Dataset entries
________________________________________

@dataclass(frozen=True, eq=False)
class Decoder:
    """Decodes blocks into output rows. ``decoder(batches, hints=None, *, packed=False)`` gives the rows
    of blocks (Arrow batches of ``encoded/blocks`` rows), and ``decoder.unit(fs, path, row_group, stored,
    *, packed)`` those of one row group of a blocks file with its stored hints (``stored``: direction ->
    ``lookup.StoredHints``), taking the positions as they are where the E-step would
    (``engine.estep.hints_exact_for``): then neither the blocks' dictionary keys (40% of a row group's
    bytes) are read nor each key checked in the table. Shipped to the tasks that decode."""

    model: object
    directions: tuple[str, ...]
    tables_bc: object
    dense: dict
    method: str
    threshold: float
    symmetrization: str

    def __call__(self, batches, hints: dict | None = None, *, packed: bool = False):
        """Decoder rows for blocks (:data:`PACKED_SCHEMA`, with the link columns as :data:`LINK_SQL`
        lists unless ``packed``);
        ``hints``: direction -> stored lookup hints of these blocks' dictionaries, concatenated in
        block order (``engine.hints``, a ``lookup.StoredHints``; checked, so never trusted). Hints
        found in other keys than the table's are not used: the table's hash index finds the keys
        faster than checking mostly stale hints first."""
        blocks = ((rows, block) for batch in batches for _block_id, rows, block in blocks_from_batch(batch))
        yield from self._decode_blocks(blocks, hints or {}, {}, packed)

    def unit(self, fs, path: str, row_group: int, stored: dict, *, packed: bool = False):
        from spark_align.engine.estep import E_STEP_COLUMNS, hints_exact_for
        from spark_align.engine.mstep import read_unit
        from spark_align.engine.tables import MIN_PROB
        from spark_align.kernels.lookup import gather_found

        tables = self.tables_bc.value
        trusted = [d for d in self.directions if hints_exact_for(stored.get(d), tables[d])]
        without_keys = ["rows"] + [c for c in E_STEP_COLUMNS if c != "dict_keys"]

        def read(columns):
            return [(rows, block) for batch in read_unit(fs, path, row_group, columns=columns)
                    for _block_id, rows, block in blocks_from_batch(batch)]

        blocks = read(without_keys if len(trusted) == len(self.directions) else None)
        sizes = [block.n_dict for _rows, block in blocks]
        found = {d: gather_found(tables[d].probs, stored[d].points, stored[d].found, sizes, MIN_PROB)
                 for d in trusted}
        found = {d: probs for d, probs in found.items() if probs is not None}
        if len(found) < len(self.directions) and blocks and blocks[0][1].dict_keys is None:
            blocks = read(None)  # a direction's positions were not what a search gives: searched instead
        yield from self._decode_blocks(blocks, stored, found, packed)

    def _decode_blocks(self, blocks, hints: dict, found: dict, packed: bool):
        # found: direction -> the probabilities of every dictionary key of these blocks, in block order
        directions = self.directions
        column = packed_links if packed else links_column
        tables = self.tables_bc.value
        offset = 0
        for rows, block in blocks:
            n = block.n_pairs
            n_keys = block.n_dict
            links, every, scores = {}, {}, {}
            for direction in directions:
                view = block.view(direction)
                if direction in found:
                    t_local = found[direction][offset:offset + n_keys]
                else:
                    h = hints.get(direction)
                    h = (h.points[offset:offset + n_keys] if h is not None and offset + n_keys <= len(h.points)
                         and h.keys_id == tables[direction].keys_id else None)
                    t_local = tables[direction].find_hinted(block.dict_keys, h)[1]
                chosen, all_links, loglik = decode_all(
                    self.model, view, t_local, self.dense[direction], method=self.method, threshold=self.threshold,
                    every_threshold=ALL_LINKS_THRESHOLD if len(directions) == 2 else None)
                links[direction] = directional_links(block, direction, *chosen)
                if all_links is not None:
                    every[direction] = directional_links(block, direction, *all_links)
                scores[direction] = loglik / np.maximum(view.gen_len, 1)
            if len(directions) == 2:
                sym = combine(block, links["forward"], links["reverse"], every["forward"], every["reverse"],
                              self.symmetrization, self.threshold)
            else:
                sym = links[directions[0]]
            offset += n_keys
            empty = (np.zeros(0, np.int64),) * 3 + (np.zeros(0),)
            nan = np.full(n, np.nan)
            yield pa.RecordBatch.from_arrays([
                pa.array(rows),
                column(n, *sym),
                column(n, *links.get("forward", empty)),
                column(n, *links.get("reverse", empty)),
                pa.array(scores.get("forward", nan)),
                pa.array(scores.get("reverse", nan)),
            ], names=["_row", "alignment", "alignment_forward", "alignment_reverse",
                      "score_forward", "score_reverse"])


UNITS_PER_CORE = 4  # decoding tasks per core: several, so the cores stay busy to the end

________________________________________

Work order:
Write every line of the entries again, word for word.

Response:
@dataclass(frozen=True, eq=False)
class Decoder:
    """Decodes blocks into output rows. ``decoder(batches, hints=None, *, packed=False)`` gives the rows
    of blocks (Arrow batches of ``encoded/blocks`` rows), and ``decoder.unit(fs, path, row_group, stored,
    *, packed)`` those of one row group of a blocks file with its stored hints (``stored``: direction ->
    ``lookup.StoredHints``), taking the positions as they are where the E-step would
    (``engine.estep.hints_exact_for``): then neither the blocks' dictionary keys (40% of a row group's
    bytes) are read nor each key checked in the table. Shipped to the tasks that decode."""

    model: object
    directions: tuple[str, ...]
    tables_bc: object
    dense: dict
    method: str
    threshold: float
    symmetrization: str

    def __call__(self, batches, hints: dict | None = None, *, packed: bool = False):
        """Decoder rows for blocks (:data:`PACKED_SCHEMA`, with the link columns as :data:`LINK_SQL`
        lists unless ``packed``);
        ``hints``: direction -> stored lookup hints of these blocks' dictionaries, concatenated in
        block order (``engine.hints``, a ``lookup.StoredHints``; checked, so never trusted). Hints
        found in other keys than the table's are not used: the table's hash index finds the keys
        faster than checking mostly stale hints first."""
        blocks = ((rows, block) for batch in batches for _block_id, rows, block in blocks_from_batch(batch))
        yield from self._decode_blocks(blocks, hints or {}, {}, packed)

    def unit(self, fs, path: str, row_group: int, stored: dict, *, packed: bool = False):
        from spark_align.engine.estep import E_STEP_COLUMNS, hints_exact_for
        from spark_align.engine.mstep import read_unit
        from spark_align.engine.tables import MIN_PROB
        from spark_align.kernels.lookup import gather_found

        tables = self.tables_bc.value
        trusted = [d for d in self.directions if hints_exact_for(stored.get(d), tables[d])]
        without_keys = ["rows"] + [c for c in E_STEP_COLUMNS if c != "dict_keys"]

        def read(columns):
            return [(rows, block) for batch in read_unit(fs, path, row_group, columns=columns)
                    for _block_id, rows, block in blocks_from_batch(batch)]

        blocks = read(without_keys if len(trusted) == len(self.directions) else None)
        sizes = [block.n_dict for _rows, block in blocks]
        found = {d: gather_found(tables[d].probs, stored[d].points, stored[d].found, sizes, MIN_PROB)
                 for d in trusted}
        found = {d: probs for d, probs in found.items() if probs is not None}
        if len(found) < len(self.directions) and blocks and blocks[0][1].dict_keys is None:
            blocks = read(None)  # a direction's positions were not what a search gives: searched instead
        yield from self._decode_blocks(blocks, stored, found, packed)

    def _decode_blocks(self, blocks, hints: dict, found: dict, packed: bool):
        # found: direction -> the probabilities of every dictionary key of these blocks, in block order
        directions = self.directions
        column = packed_links if packed else links_column
        tables = self.tables_bc.value
        offset = 0
        for rows, block in blocks:
            n = block.n_pairs
            n_keys = block.n_dict
            links, every, scores = {}, {}, {}
            for direction in directions:
                view = block.view(direction)
                if direction in found:
                    t_local = found[direction][offset:offset + n_keys]
                else:
                    h = hints.get(direction)
                    h = (h.points[offset:offset + n_keys] if h is not None and offset + n_keys <= len(h.points)
                         and h.keys_id == tables[direction].keys_id else None)
                    t_local = tables[direction].find_hinted(block.dict_keys, h)[1]
                chosen, all_links, loglik = decode_all(
                    self.model, view, t_local, self.dense[direction], method=self.method, threshold=self.threshold,
                    every_threshold=ALL_LINKS_THRESHOLD if len(directions) == 2 else None)
                links[direction] = directional_links(block, direction, *chosen)
                if all_links is not None:
                    every[direction] = directional_links(block, direction, *all_links)
                scores[direction] = loglik / np.maximum(view.gen_len, 1)
            if len(directions) == 2:
                sym = combine(block, links["forward"], links["reverse"], every["forward"], every["reverse"],
                              self.symmetrization, self.threshold)
            else:
                sym = links[directions[0]]
            offset += n_keys
            empty = (np.zeros(0, np.int64),) * 3 + (np.zeros(0),)
            nan = np.full(n, np.nan)
            yield pa.RecordBatch.from_arrays([
                pa.array(rows),
                column(n, *sym),
                column(n, *links.get("forward", empty)),
                column(n, *links.get("reverse", empty)),
                pa.array(scores.get("forward", nan)),
                pa.array(scores.get("reverse", nan)),
            ], names=["_row", "alignment", "alignment_forward", "alignment_reverse",
                      "score_forward", "score_reverse"])


UNITS_PER_CORE = 4  # decoding tasks per core: several, so the cores stay busy to the end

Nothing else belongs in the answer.